### Your task:
Of all the lines in the material, how many carry the string "from"? Respond with the number by itself.

### Records supplied:
Start of Block

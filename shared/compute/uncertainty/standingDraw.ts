import type { AreaDraw } from './comingDownDraw'
import { groupMoments } from './groupMoments'
import type { MassGroup } from './massGroup.types'

/**
 * Prepares the draw of the areas of a group that stands: their independent errors together, as one lognormal with the
 * exact mean and variance of their sum.
 *
 * @remarks exact for one building of lognormal error; the nearer to the normal the more buildings there are
 * @see Fenton, L. F. (1960). The sum of log-normal probability distributions in scatter transmission systems. IRE
 *   Transactions on Communications Systems 8, 57–67.
 * @example
 * standingDraw({ factors: [], areasM2: [100, 50], areaCv: 0 })(0, seededRandom(1)) // => 150
 */
export function standingDraw(group: MassGroup): AreaDraw {
  const { meanM2, sdM2 } = groupMoments(group, null)
  if (sdM2 === 0) return () => meanM2
  const logVariance = Math.log1p((sdM2 / meanM2) ** 2)
  const [median, logSd] = [meanM2 * Math.exp(-logVariance / 2), Math.sqrt(logVariance)]
  return (_z, random) => median * Math.exp(logSd * random.normal())
}
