import { ComputeError } from '@/shared/compute/errors'

/**
 * Refuses parameters that are not finite numbers above 0.
 *
 * @param parameters by name
 * @throws {ComputeError} `parameter-not-positive` with the offending parameter
 * @example
 * requirePositive({ shape: 3, scaleYears: 80 }) // => undefined
 */
export function requirePositive(parameters: Readonly<Record<string, number>>): void {
  for (const [name, value] of Object.entries(parameters)) {
    if (!(value > 0 && value < Infinity)) throw new ComputeError('parameter-not-positive', { [name]: value })
  }
}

End of Block

### Written solution:
4